Time series foundation models struggle with unified training due to the heterogeneous nature of time series data, often relying on model specialization based on frequency. Moirai-MoE addresses this issue by using a single input/output projection layer and delegating pattern modeling to a sparse mixture of experts within Transformers, achieving superior performance on 39 datasets.

Code

Show HN: ToolJet 3.0 – open-source internal tool and workflow builder

ToolJet is an open-source low-code framework for building and deploying internal tools with minimal engineering effort, featuring a drag-and-drop frontend builder and integration with various data sources. It offers a range of features, including a visual app builder, multi-page support, and granular access control, making it a versatile tool for developers and non-technical users alike.

Machine Learning Algorithms in Depth

This text describes a book titled "Machine Learning Algorithms in Depth" that covers a wide range of machine learning topics, from Bayesian inference and deep learning to supervised and unsupervised learning algorithms. The book includes code examples in Python and is available in Manning Early Access Preview.

Show HN: SurfSense – A Personal NotebookLM and Perplexity-Like AI with Privacy

SurfSense is a self-hostable, open-source tool that combines the features of NotebookLM and Perplexity, allowing users to create their own private knowledge base for research and easily save dynamic content bookmarks from their browser. It includes features such as powerful search, chat functionality, podcast creation, and cited answers, all with complete privacy control.

AG2 (formerly AutoGen) is a programming framework for agentic AI

AG2 (formerly AutoGen) is an open-source programming framework for building AI agents and facilitating cooperation among multiple agents to solve tasks.

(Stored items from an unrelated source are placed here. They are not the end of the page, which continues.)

@pytest.mark.parametrize(("path", "value", "message"), BAD_FORMS)
def test_malformed_forms_are_refused_naming_the_field(path: str, value: Any,
                                                      message: str | None) -> None:
    policy = load_default_policy()
    tables = _plant_secrets(form_tables())
    node = tables
    keys = path.split("|")
    for k in keys[:-1]:
        node = node[k]
    if value is None:
        node.pop(keys[-1])
    else:
        node[keys[-1]] = value
    raw = to_toml(tables).encode()
    if message is None:
        parse_consent_form(raw, policy, now=NOW)
        return
    with pytest.raises(InvalidInput) as info:
        parse_consent_form(raw, policy, now=NOW)
    assert info.value.message.startswith(message), info.value.message
    _assert_clean(info.value.message)


def test_a_form_dated_today_in_the_latest_time_zone_is_not_in_the_future() -> None:
    policy = load_default_policy()
    tables = form_tables()
    tables["signed"] = NOW.date() + dt.timedelta(days=1)  # already the 16th at UTC+14
    parse_consent_form(to_toml(tables).encode(), policy, now=NOW)
    tables["signed"] = NOW.date() + dt.timedelta(days=2)
    with pytest.raises(InvalidInput, match="signed: the signature date lies in the future"):
        parse_consent_form(to_toml(tables).encode(), policy, now=NOW)


def test_an_email_refusal_does_not_echo_the_address() -> None:
    policy = load_default_policy()
    tables = _plant_secrets(form_tables())
    tables["participant"]["email"] = "quorvina.secret@@mail.northfield.example"
    with pytest.raises(InvalidInput) as info:
        parse_consent_form(to_toml(tables).encode(), policy, now=NOW)
    _assert_clean(info.value.message)


@settings(max_examples=200, deadline=None)
@given(data=st.data(), junk=JUNK, delete=st.booleans())
def test_fuzzed_forms_give_success_or_one_clean_line(data: st.DataObject, junk: Any,
                                                     delete: bool) -> None:
    policy = load_default_policy()
    tables = _plant_secrets(form_tables(data.draw(st.sampled_from(sorted(FORMS.values())))))
    path = data.draw(st.sampled_from(list(_paths(tables))))
    node = tables
    for k in path[:-1]:
        node = node[k]
    if delete:
        del node[path[-1]]
    else:
        node[path[-1]] = copy.deepcopy(junk)
    try:
        raw = to_toml(tables).encode()
    except TypeError:  # junk TOML cannot express (None)
        return
    try:
        form = parse_consent_form(raw, policy, now=NOW)
    except InvalidInput as exc:
        _assert_clean(exc.message)
        return
    identity, terms = split_identity(form)
    assert SECRETS["name"].encode() not in terms.model_dump_json().encode()
    assert identity.code


@settings(max_examples=100, deadline=None)
@given(raw=st.binary(max_size=400))
def test_fuzzed_form_bytes_give_success_or_invalid_input(raw: bytes) -> None:
    with pytest.raises(InvalidInput):
        parse_consent_form(raw, load_default_policy(), now=NOW)


# --------------------------------------------------------------------------- versions


def test_version_round_trip_digest_and_tamper_checks() -> None:
    policy = load_default_policy()
    _, v1 = enrol_example(policy, "TL-002", 1)
    assert v1.number == 1 and v1.previous_digest is None and v1.change == "enrolled"
    assert v1.policy_version == policy.version
    assert v1.purposes["recommender-training"].status is ConsentStatus.REFUSED
    assert v1.purposes["primary-analysis"].explicit
    again = ConsentVersion.from_json(v1.to_json())
    assert again == v1 and again.digest == v1.digest and again.to_json() == v1.to_json()
    # a stored version's digest is over the stored bytes, however they were laid out
    pretty = json.dumps(json.loads(v1.to_json()), indent=2).encode()
    assert ConsentVersion.from_json(pretty) == v1
    assert ConsentVersion.from_json(pretty).digest == crypto.sha256_hex(
        b"mindward/v1/consent-version\n" + pretty)
    for raw in (b"", b"{}", v1.to_json().replace(b'"number":1', b'"number":2'),
                v1.to_json().replace(b'"given"', b'"agreed"')):
        with pytest.raises(IntegrityError):
            ConsentVersion.from_json(raw)


def test_history_chain_detects_edits_reordering_and_mixing() -> None:
    policy = load_default_policy()
    _, v1 = enrol_example(policy, "TL-001", 1)
    v2 = revise_status(v1, ConsentStatus.WITHDRAWN, recorded_at=NOW,
                       purposes=["external-sharing"])
    v3 = revise_status(v2, ConsentStatus.REVOKED, recorded_at=NOW + dt.timedelta(hours=1))
    verify_history([v1, v2, v3])
    edited = v1.model_copy(update={"expires": dt.date(2040, 1, 1)})
    with pytest.raises(IntegrityError, match="version 2: does not chain"):
        verify_history([edited, v2, v3])
    with pytest.raises(IntegrityError, match="numbered"):
        verify_history([v1, v3, v2])
    _, other = enrol_example(policy, "TL-003", 3)
    with pytest.raises(IntegrityError):
        verify_history([other, v2])


def test_status_revisions() -> None:
    policy = load_default_policy()
    _, v1 = enrol_example(policy, "TL-002", 2)
    everything = revise_status(v1, ConsentStatus.WITHDRAWN, recorded_at=NOW)
    assert everything.change == "withdrawn" and everything.number == 2
    assert {e.status for e in everything.purposes.values()} == {
        ConsentStatus.WITHDRAWN, ConsentStatus.REFUSED}  # refusals stay refusals
    assert all(not e.categories for e in everything.purposes.values())
    for purpose, category in EXPECTED:
        d = decide(policy, request(purpose, {category}), {v1.participant_id: everything},
                   now=NOW)
        assert not d.decisions[v1.participant_id].permit
    with pytest.raises(Conflict):
        revise_status(everything, ConsentStatus.WITHDRAWN, recorded_at=NOW)
    with pytest.raises(UsageError):
        revise_status(v1, ConsentStatus.GIVEN, recorded_at=NOW)
    with pytest.raises(InvalidInput, match=r"purposes\.selling"):
        revise_status(v1, ConsentStatus.REVOKED, recorded_at=NOW, purposes=["selling"])
    revoked = revise_status(v1, ConsentStatus.INVALIDATED, recorded_at=NOW,
                            purposes=["recommender-training"])
    assert revoked.purposes["recommender-training"].status is ConsentStatus.INVALIDATED
    assert revoked.purposes["primary-analysis"].status is ConsentStatus.GIVEN


def test_amendment_rules() -> None:
    policy = load_default_policy()
    _, v1 = enrol_example(policy, "TL-001", 1)
    form = parse_consent_form((EXAMPLES / FORMS["TL-002"]).read_bytes(), policy, now=NOW)
    _, terms = split_identity(form)
    with pytest.raises(UsageError):
        record_consent(terms, policy, participant_id=pid(9), recorded_at=NOW, previous=v1)
    early = terms.model_copy(update={"signed": dt.date(2026, 3, 1)})
    with pytest.raises(InvalidInput, match="signed: before the signature of version 1"):
        record_consent(early, policy, participant_id=v1.participant_id, recorded_at=NOW,
                       previous=v1)
    partial = terms.model_copy(update={"purposes": {
        k: v for k, v in terms.purposes.items() if k != "method-development"}})
    with pytest.raises(InvalidInput, match=r"purposes\.method-development: answered in version 1"):
        record_consent(partial, policy, participant_id=v1.participant_id, recorded_at=NOW,
                       previous=v1)
    with pytest.raises(UsageError, match="time zone"):
        record_consent(terms, policy, participant_id=pid(1), recorded_at=dt.datetime(2026, 6, 1))


# --------------------------------------------------------------------------- properties


@st.composite
def random_terms(draw: st.DrawFn, policy: PolicySet, signed: dt.date,
                 answer: list[str] | None = None) -> ConsentTerms:
    """Valid terms for `policy`: closed under derivation, explicit where Art. 9(2)(a) needs it."""
    ids = answer if answer is not None else draw(
        st.lists(st.sampled_from(sorted(policy.purposes)), min_size=1, unique=True))
    cats = sorted(policy.categories)
    special = {c for c in cats if policy.categories[c].special_category}
    purposes: dict[str, Any] = {}
    for p in ids:
        granted = set(draw(st.lists(st.sampled_from(cats), unique=True)))
        for c in list(granted):
            src = policy.categories[c].derived_from
            while src is not None:
                granted.add(src)
                src = policy.categories[src].derived_from
        rest = [c for c in cats if c not in granted]
        refused = draw(st.lists(st.sampled_from(rest), unique=True)) if rest else []
        answer_p: dict[str, Any] = {"granted": sorted(granted), "refused": refused}
        if granted:
            needs = (policy.purposes[p].special_category_basis == "art9-2-a"
                     and granted & special)
            explicit = draw(st.booleans() if needs else st.none() | st.booleans())
            if explicit is not None:
                answer_p["explicit"] = explicit
        purposes[p] = answer_p
    terms = ConsentTerms.model_validate({
        "form_version": policy.meta.form_versions[0], "signed": signed,
        "expires": signed + dt.timedelta(days=draw(st.integers(100, 2000))),
        "purposes": purposes})
    check_terms(terms, policy, now=NOW)
    return terms


def _all_decisions(policy: PolicySet, consents: dict[str, ConsentVersion],
                   now: dt.datetime = NOW) -> dict[tuple[str, str], tuple[Reason, ...]]:
    out = {}
    for purpose_id, purpose in policy.purposes.items():
        for category in purpose.categories:
            r = Request(actor="t", role=purpose.roles[0], purpose=purpose_id,
                        categories=frozenset({category}), cohort=False,
                        recipient="R1" if purpose.requires_recipient else None)
            if purpose.recipients:
                r = r.model_copy(update={"recipient": purpose.recipients[0]})
            d = decide(policy, r, consents, now=now)
            for p, decision in d.decisions.items():
                out[(f"{purpose_id}|{category}", p)] = decision.reasons
    return out


def _normalised(decisions: dict[Any, tuple[Reason, ...]]) -> dict[Any, tuple[Reason, ...]]:
    # DPV tells a refusal from a withdrawal; both refuse, and which one depends on history.
    swap = {Reason.CONSENT_WITHDRAWN: Reason.CONSENT_REFUSED}
    return {k: tuple(swap.get(r, r) for r in v) for k, v in decisions.items()}


def _policies() -> st.SearchStrategy[PolicySet]:
    return st.just(load_default_policy()) | random_policy()


@settings(max_examples=60, deadline=None, suppress_health_check=[HealthCheck.too_slow])
@given(data=st.data())
def test_amending_then_reverting_restores_the_old_decisions(data: st.DataObject) -> None:
    policy = data.draw(_policies())
    s1 = dt.date(2026, 1, 1) + dt.timedelta(days=data.draw(st.integers(0, 60)))
    s2 = s1 + dt.timedelta(days=data.draw(st.integers(0, 30)))
    s3 = s2 + dt.timedelta(days=data.draw(st.integers(0, 30)))
    terms_a = data.draw(random_terms(policy, s1))
    terms_b = data.draw(random_terms(policy, s2, answer=sorted(terms_a.purposes)))
    who = pid(7)
    v1 = record_consent(terms_a, policy, participant_id=who, recorded_at=NOW)
    v2 = record_consent(terms_b, policy, participant_id=who, recorded_at=NOW, previous=v1)
    v3 = record_consent(terms_a.model_copy(update={"signed": s3}), policy, participant_id=who,
                        recorded_at=NOW, previous=v2)
    verify_history([v1, v2, v3])
    for now in (NOW, dt.datetime.combine(v1.expires, dt.time(), tzinfo=dt.UTC)):
        before = _all_decisions(policy, {who: v1}, now)
        after = _all_decisions(policy, {who: v3}, now)
        assert {k: v == () for k, v in after.items()} == {k: v == () for k, v in before.items()}
        assert _normalised(after) == _normalised(before)


Action = tuple[str, Any]


@st.composite
def action_sequences(draw: st.DrawFn, policy: PolicySet) -> list[Action]:
    steps: list[Action] = []
    for _ in range(draw(st.integers(1, 6))):
        kind = draw(st.sampled_from(["amend", "amend", "withdrawn", "revoked", "invalidated"]))
        if kind == "amend":
            steps.append((kind, draw(st.integers(0, 2**32))))
        else:
            steps.append((kind, draw(st.none() | st.lists(st.sampled_from(
                sorted(policy.purposes)), min_size=1, unique=True))))
    return steps
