# One planted line per check, each a route the check exists to stop; the checks must flag every one.
PLANTED = {
    "primitives": "import os\nkey = os.urandom(32)\n",
    "decryptors": "def leak(v, key, pid, bid):\n    return v._store._decrypt(key, pid, bid)\n",
    "door-imports": "from vault.crypto import hazmat\n",
    "storage-keyless": "from ..access import keys\n",
    "grant-minting": "from vault.policy import engine\ng = engine.Grant(object(), None, 'x')\n",
    "clock": "import datetime as dt\nstamp = dt.datetime.now(dt.UTC)\n",
    "reflection": "def door(v, name):\n    return getattr(v, name)\n",
    "lazy-matplotlib": "import matplotlib\n",
    "suppressions": "def door(v):\n    return v._door  # noqa\n",
    "sql": "def keys(conn):\n    return conn.execute('select wrapped_key from participants').fetchall()\n",
}
# Where each plant goes (default storage/): SQL is storage's own, so its plant sits in another room.
PLANTED_AT = {"sql": "audit/planted.py"}


@pytest.mark.parametrize("check", sorted(CHECKS))
def test_each_check_flags_its_planted_route(check: str, tmp_path: Path) -> None:
    """Guard against a vacuous check: a one-line plant in an otherwise empty package is seen."""
    root = tmp_path / "vault"
    planted = root / PLANTED_AT.get(check, "storage/planted.py")
    planted.parent.mkdir(parents=True)
    planted.write_text(PLANTED[check])
    assert [v.rel for v in CHECKS[check](root)], f"{check} missed: {PLANTED[check]!r}"
    assert not CHECKS[check](tmp_path / "empty"), "an empty tree has no violations"


def test_storage_may_run_sql(tmp_path: Path) -> None:
    """The sql check exempts exactly vault/storage/: the same plant there is no violation."""
    (tmp_path / "vault" / "storage").mkdir(parents=True)
    (tmp_path / "vault" / "storage" / "planted.py").write_text(PLANTED["sql"])
    assert check_sql(tmp_path / "vault") == []


# What vault/storage/ runs: every string there that opens with a statement keyword in capitals
# (storage's habit) must read as SQL to the check, or the check could miss a moved statement.
_CAPITAL_KEYWORD = re.compile(r"\s*(?:SELECT|INSERT|UPDATE|DELETE|CREATE|DROP|ALTER|PRAGMA|WITH|"
                              r"REPLACE|BEGIN|COMMIT|ROLLBACK|VACUUM)\b")


def _storage_statements() -> list[str]:
    return sorted({node.value for src in sources(PACKAGE) if src.room == "storage" for node in src.nodes
                   if isinstance(node, ast.Constant) and isinstance(node.value, str)
                   and _CAPITAL_KEYWORD.match(node.value)})


def test_storage_statements_are_seen_as_sql() -> None:
    statements = _storage_statements()
    assert len(statements) > 100, "storage holds the vault's statements"  # a scan that finds none is vacuous
    assert [s for s in statements if not SQL_STATEMENT.match(s)] == []


@pytest.mark.parametrize("text", [
    "select wrapped_key from participants", "  SELECT 1", "insert or ignore into t values (?)",
    "Replace Into meta VALUES (?, ?)", "update participants set x = 1", "DELETE FROM audit_log",
    "create unique index i on t (a)", "drop table audit_log", "alter table t add column c",
    "pragma journal_mode = DELETE", "with recent(seq) as (select 1) select * from recent",
    "begin immediate", "COMMIT;", "rollback", "vacuum", "attach database 'x.db' as other",
    "INSERT", "DELETE ",
])
def test_sql_text_is_recognised(text: str) -> None:
    """Statements in SQLite's syntax (common practice), in any case, are taken for SQL."""
    assert SQL_STATEMENT.match(text)


@pytest.mark.parametrize("text", [
    "Create a new vault at `path`", "REPLACE this export: request a new one", "With --version: print JSON.",
    "Delete the rows of `blob_ids`", "Update the consent of a participant", "create", "release",
    "begin with the oldest", "Drop the staging folder", "selected 3 participants", "pragmatic",
    "release(s); spent min", "Insert a card", "alter the budget",
])
def test_english_is_not_taken_for_sql(text: str) -> None:
    """Messages and docstrings that open with a statement's verb are not SQL."""
    assert not SQL_STATEMENT.match(text)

It offers features such as agents capable of interacting with each other, facilitates the use of various large language models (LLMs) and tool use support, autonomous and human-in-the-loop workflows, and multi-agent conversation patterns.

Agent Protocol

The Agent Protocol is a framework-agnostic API for serving Large Language Model (LLM) agents in production, centered around three key concepts: Runs (executing an agent), Threads (organizing multi-turn executions), and Store (working with long-term memory). The protocol defines a set of endpoints for each concept, including CRUD operations, streaming output, and concurrency controls.